WORK REQUIRED:
Within the entries below, find the portion that opens with the line containing "from the first." and closes with the line containing "pub struct Search<'a>". Retype that portion exactly and only.

--- --- ---

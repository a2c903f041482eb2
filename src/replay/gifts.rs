//! Blocks that a sealed record has to give to a run that begins as it did: a shorter run of the same chains, or
//! another that shares points with it.
//!
//! Chains of one key have the same draws. So blocks are taken where the keys are equal and the same is recorded,
//! cut anew as the plan at hand cuts them, once the record is whole, is what its own study gives, and its draws
//! and states have the digests of its trail. That the draws follow from the study is not shown before they are
//! drawn again: `verify` on the longer record does that.

use super::draws::{self, PointTrail, Trails};
use super::opened::{self, Opened};
use crate::course::{Block, Family, Phase};
use crate::engine::trail::{self, Digest, StateHash};
use crate::engine::{Finished, Journal, Judge, PlanJudge, Task, blocks};
use crate::plan::{Plan, Point};
use crate::record::checkpoints::{self, Checkpoints, Cursor};
use crate::record::draws_file::DrawsFile;
use crate::record::{self, JournalFile};
use std::collections::{BTreeMap, BTreeSet};
use std::path::{Path, PathBuf};
use std::sync::Arc;
use std::sync::atomic::{AtomicBool, Ordering};

/// A sealed record, as what its study gives.
struct Source {
    path: PathBuf,
    opened: Opened,
    trails: Trails,
    result_digest: String,
}

/// A block as the plan at hand cuts it.
struct Piece {
    phase: Phase,
    draws: u64,
    /// The block of the record that ends with it.
    row: u64,
    /// Whether the record keeps the states after it.
    kept: bool,
}

/// What a record has to give to a point.
struct Gift {
    source: usize,
    /// The point of the plan, and that of the record.
    point: usize,
    theirs: usize,
    /// So many chains, from the first.
    chains: usize,
    /// Where the record has each quantity.
    quantities: Vec<usize>,
    states: Checkpoints,
    pieces: Vec<Piece>,
}

/// What the records in a folder have to give to a plan.
pub struct Gifts {
    sources: Vec<Source>,
    gifts: Vec<Gift>,
}

/// What one record gives, for the reader.
#[derive(Debug, Clone, PartialEq, Eq)]
pub struct Given {
    pub record: PathBuf,
    /// In hexadecimal, as are the record's plan and result.
    pub plan_digest: String,
    pub result_digest: String,
    pub points: u64,
    /// Of all chains.
    pub blocks: u64,
    pub draws: u64,
}

/// How records are looked at.
pub struct Search<'a> {
    pub plan: &'a Plan,
    pub tasks: &'a [Task],
    /// The records to look at.
    pub records: Vec<PathBuf>,
    pub registry: &'a [&'a dyn Family],
    /// Set by a signal.
    pub stop: &'a AtomicBool,
    /// Told why a record gives nothing that might have.
    pub tell: &'a dyn Fn(&str),
}

/// Looks for the record that has most to give to each point, and holds what it gives against its trail.
pub fn gifts(search: &Search<'_>) -> Gifts {
    let mut sources = Vec::new();
    for path in &search.records {
        match source(path, search) {
            Ok(found) => sources.extend(found),
            Err(words) => refuse(search, path, &words),
        }
    }
    let mut whole: BTreeMap<usize, bool> = BTreeMap::new();
    let mut gifts = Vec::new();
    for (point, mut offers) in offers(&sources, search) {
        // The longest first; of equals the first record.
        offers.sort_by_key(|gift| std::cmp::Reverse(gift.draws()));
        for mut gift in offers {
            let source = &sources[gift.source];
            let whole = *whole
                .entry(gift.source)
                .or_insert_with(|| match is_whole(source) {
                    Ok(()) => true,
                    Err(words) => {
                        refuse(search, &source.path, &words);
                        false
                    }
                });
            if !whole || search.stop.load(Ordering::Relaxed) {
                continue;
            }
            match gift.judge(source, search) {
                Ok(()) if gift.pieces.is_empty() => {}
                Ok(()) => {
                    gifts.push(gift);
                    break;
                }
                Err(words) => refuse(
                    search,
                    &source.path,
                    &format!("point {}: {words}", point + 1),
                ),
            }
        }
    }
    Gifts { sources, gifts }
}

fn refuse(search: &Search<'_>, record: &Path, words: &str) {
    let first = words.lines().next().unwrap_or_default();
    (search.tell)(&format!(
        "nothing is taken over from {}: {first}",
        record.display()
    ));
}
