//! The list of the runs begun under a study's name: `<into>/<study>/begun.jsonl`, appended to and never rewritten.
//!
//! Each line holds the SHA-256 of the line before, so that a line taken out or changed shows in the next. It is kept
//! by whoever runs, who can throw it away: it shows what an honest house tried before, and nothing to others. So
//! nothing that is wrong with it stops a run.

use super::moment;
use crate::canon::{self, Json};
use std::fs::{File, OpenOptions};
use std::io::{self, Read, Write};
use std::path::{Path, PathBuf};

const NAME: &str = "begun.jsonl";
/// What a line tells.
const BEGUN: &str = "begun";
const ENDED: &str = "ended";
/// A longer list is not read.
const LONGEST: u64 = 1 << 26;
/// Earlier runs that a record tells, the latest ones.
const TOLD: usize = 1_000;

/// The list in the folder of a study's name.
#[derive(Debug, Clone, PartialEq)]
pub struct Begun {
    path: PathBuf,
    plan_digest: String,
    root: String,
}

/// The runs of other plans begun under a name.
pub struct Earlier {
    /// In order, each with what came of it; the latest, where there are many.
    pub runs: Json,
    /// How many before these are not told.
    pub left_out: u64,
    /// What is wrong with the list, in words.
    pub fault: Option<String>,
}

/// What a list holds.
struct Lines {
    /// Of each line its text.
    texts: Vec<String>,
    /// The last line has its end.
    ended: bool,
}

impl Begun {
    /// Of a plan (its digest in hexadecimal), in the folder where the records of its study's name stand.
    pub fn of(folder: &Path, plan_digest: &str, root: &str) -> Begun {
        Begun {
            path: folder.join(NAME),
            plan_digest: plan_digest.into(),
            root: root.into(),
        }
    }

    /// Enters that the run begins, if that does not stand there; or in words why that cannot be.
    pub fn begins(&self) -> Result<(), String> {
        self.append(BEGUN, &[("root", &self.root)])
    }

    /// Enters what came of it.
    pub fn ends(&self, outcome: &str) -> Result<(), String> {
        self.append(ENDED, &[("outcome", outcome)])
    }

    fn append(&self, event: &str, more: &[(&str, &str)]) -> Result<(), String> {
        let append = || -> io::Result<()> {
            let mut file = OpenOptions::new()
                .read(true)
                .append(true)
                .create(true)
                .open(&self.path)?;
            // Runs of other plans of the study may write at the same time.
            file.lock()?;
            let lines = read(&mut file)?;
            if event == BEGUN && lines.texts.iter().any(|line| self.is_begun(line)) {
                return Ok(());
            }
            let before = lines.texts.last();
            let before = before.map_or(Json::Null, |line| {
                Json::text(canon::sha256_hex(line.as_bytes()))
            });
            let mut members = vec![
                ("before", before),
                ("event", Json::text(event)),
                ("plan_digest", Json::text(&*self.plan_digest)),
                ("at", Json::text(moment::now())),
            ];
            members.extend(more.iter().map(|(name, text)| (*name, Json::text(*text))));
            let end = if lines.ended { "" } else { "\n" };
            let line = format!("{end}{}\n", Json::object(members).canonical());
            file.write_all(line.as_bytes())?;
            file.sync_data()
        };
        append().map_err(|fault| {
            let path = self.path.display();
            format!("{path}: the run could not be entered in the list of runs begun: {fault}")
        })
    }

    fn is_begun(&self, line: &str) -> bool {
        Json::read(line).is_ok_and(|line| {
            let said =
                |name: &str, text: &str| line.get(name).and_then(Json::as_text) == Some(text);
            said("event", BEGUN) && said("plan_digest", &self.plan_digest)
        })
    }

    /// The runs of other plans begun under this name.
    pub fn earlier(&self) -> Earlier {
        let lines = match File::open(&self.path).and_then(|mut file| read(&mut file)) {
            Ok(lines) => lines,
            Err(fault) => {
                return Earlier {
                    runs: Json::Array(Vec::new()),
                    left_out: 0,
                    fault: Some(format!("{NAME} cannot be read: {fault}")),
                };
            }
        };
        let mut runs: Vec<Vec<(&'static str, Json)>> = Vec::new();
        let mut wrong = None;
        for (index, text) in lines.texts.iter().enumerate() {
            let mut found = |words: &str| {
                wrong.get_or_insert(format!("{NAME}, line {}: {words}", index + 1));
            };
            let Ok(line) = Json::read(text) else {
                found("it cannot be read");
                continue;
            };
            let member = |name: &str| line.get(name).cloned().unwrap_or(Json::Null);
            let before = match index {
                0 => Json::Null,
                _ => Json::text(canon::sha256_hex(lines.texts[index - 1].as_bytes())),
            };
            if member("before") != before {
                found("the line before it is not the one it followed when it was written");
            }
            let plan = member("plan_digest");
            match line.get("event").and_then(Json::as_text) {
                Some(BEGUN) => runs.push(vec![
                    ("plan_digest", plan),
                    ("root", member("root")),
                    ("began", member("at")),
                ]),
                Some(ENDED) => {
                    let own = |run: &&mut Vec<(&str, Json)>| run[0].1 == plan;
                    if let Some(run) = runs.iter_mut().rev().find(own) {
                        run.truncate(3);
                        run.push(("ended", member("at")));
                        run.push(("outcome", member("outcome")));
                    }
                }
                _ => found("it tells neither that a run began nor that one ended"),
            }
        }
        runs.retain(|run| run[0].1.as_text() != Some(&self.plan_digest));
        let left_out = runs.len().saturating_sub(TOLD);
        Earlier {
            runs: Json::array(runs.into_iter().skip(left_out).map(Json::object)),
            left_out: left_out as u64,
            fault: wrong,
        }
    }
}

fn read(file: &mut File) -> io::Result<Lines> {
    if file.metadata()?.len() > LONGEST {
        return Err(io::Error::other("it is too long"));
    }
    let mut bytes = Vec::new();
    file.take(LONGEST).read_to_end(&mut bytes)?;
    let text = String::from_utf8_lossy(&bytes);
    Ok(Lines {
        texts: text.lines().map(str::to_owned).collect(),
        ended: text.is_empty() || text.ends_with('\n'),
    })
}

#[cfg(test)]
mod tests {
    use super::*;
    use std::fs;

    fn list() -> (tempfile::TempDir, Begun, Begun) {
        let folder = tempfile::tempdir().unwrap();
        let run = |digit: &str, root: &str| Begun::of(folder.path(), &digit.repeat(64), root);
        let (first, second) = (run("a", "one"), run("b", "two"));
        first.begins().unwrap();
        first.ends("interrupted").unwrap();
        second.begins().unwrap();
        first.ends("sealed").unwrap();
        (folder, first, second)
    }

    #[test]
    fn earlier_runs_are_told_with_what_came_of_them() {
        let (folder, first, second) = list();
        let Earlier {
            runs, fault: wrong, ..
        } = second.earlier();
        assert_eq!(wrong, None);
        let said = |run: &Json, name: &str| run.get(name).and_then(Json::as_text).map(String::from);
        assert_eq!(runs.items().len(), 1);
        assert_eq!(said(&runs.items()[0], "root"), Some("one".into()));
        assert_eq!(said(&runs.items()[0], "outcome"), Some("sealed".into()));
        let runs = first.earlier().runs;
        assert_eq!(said(&runs.items()[0], "root"), Some("two".into()));
        assert_eq!(said(&runs.items()[0], "outcome"), None);
        let none = Begun::of(&folder.path().join("gone"), "c", "three");
        assert!(none.begins().is_err());
        assert!(none.earlier().fault.is_some());
    }

    #[test]
    fn a_line_taken_out_changed_or_torn_is_told_and_stops_nothing() {
        let (folder, first, second) = list();
        let path = folder.path().join(NAME);
        let whole = fs::read_to_string(&path).unwrap();
        let lines: Vec<&str> = whole.lines().collect();
        let without = format!("{}\n{}\n{}\n", lines[0], lines[2], lines[3]);
        let changed = whole.replace("\"one\"", "\"four\"");
        for (text, line) in [(without, 2), (changed, 2), (format!("x\n{whole}"), 1)] {
            fs::write(&path, text).unwrap();
            let wrong = second.earlier().fault;
            let wrong = wrong.expect("a fault");
            assert!(wrong.contains(&format!("line {line}:")), "{wrong}");
            first.begins().unwrap();
        }
        fs::write(&path, &whole[..whole.len() - 9]).unwrap();
        second.ends("sealed").unwrap();
        let Earlier {
            runs, fault: wrong, ..
        } = first.earlier();
        assert!(wrong.is_some_and(|wrong| wrong.contains("line 4: it cannot be read")));
        let outcome = runs.items()[0].get("outcome").and_then(Json::as_text);
        assert_eq!(outcome, Some("sealed"));
    }

    #[test]
    fn runs_that_begin_at_once_make_one_chain() {
        let folder = tempfile::tempdir().unwrap();
        std::thread::scope(|scope| {
            for run in 0..8 {
                let folder = folder.path();
                scope.spawn(move || {
                    let run = Begun::of(folder, &format!("{run:064}"), "root");
                    run.begins().unwrap();
                    for _ in 0..10 {
                        run.begins().unwrap();
                        run.ends("interrupted").unwrap();
                    }
                });
            }
        });
        let Earlier {
            runs, fault: wrong, ..
        } = Begun::of(folder.path(), "", "").earlier();
        assert_eq!((runs.items().len(), wrong), (8, None));
    }
}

--- --- ---

WORKED SOLUTION:
    /// So many chains, from the first.
    chains: usize,
    /// Where the record has each quantity.
    quantities: Vec<usize>,
    states: Checkpoints,
    pieces: Vec<Piece>,
}

/// What the records in a folder have to give to a plan.
pub struct Gifts {
    sources: Vec<Source>,
    gifts: Vec<Gift>,
}

/// What one record gives, for the reader.
#[derive(Debug, Clone, PartialEq, Eq)]
pub struct Given {
    pub record: PathBuf,
    /// In hexadecimal, as are the record's plan and result.
    pub plan_digest: String,
    pub result_digest: String,
    pub points: u64,
    /// Of all chains.
    pub blocks: u64,
    pub draws: u64,
}

/// How records are looked at.
pub struct Search<'a> {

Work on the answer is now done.